## THE DATA:
import { plainDecimal } from "../plain-decimal.js";

const DECIMAL = /^[+-]?(?:\d+\.?\d*|\.\d+)(?:[eE][+-]?\d+)?$/;

/**
 * The number a LAS token spells (`1500`, `.3665`, `-.5`, `1.2E+03`), or undefined when the token is
 * anything else. Stricter than `Number()`, which also accepts `""`, `0x1F` and `Infinity`.
 */
export const parseLasNumber = (token: string): number | undefined => {
  const plain = plainDecimal(token);
  if (plain === plain) return plain;
  return DECIMAL.test(token) ? Number(token) : undefined;
};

## WORK INSTRUCTIONS:
Copy out each line of the listing that holds "token".

## SOLUTION:
 * The number a LAS token spells (`1500`, `.3665`, `-.5`, `1.2E+03`), or undefined when the token is
export const parseLasNumber = (token: string): number | undefined => {
  const plain = plainDecimal(token);
  return DECIMAL.test(token) ? Number(token) : undefined;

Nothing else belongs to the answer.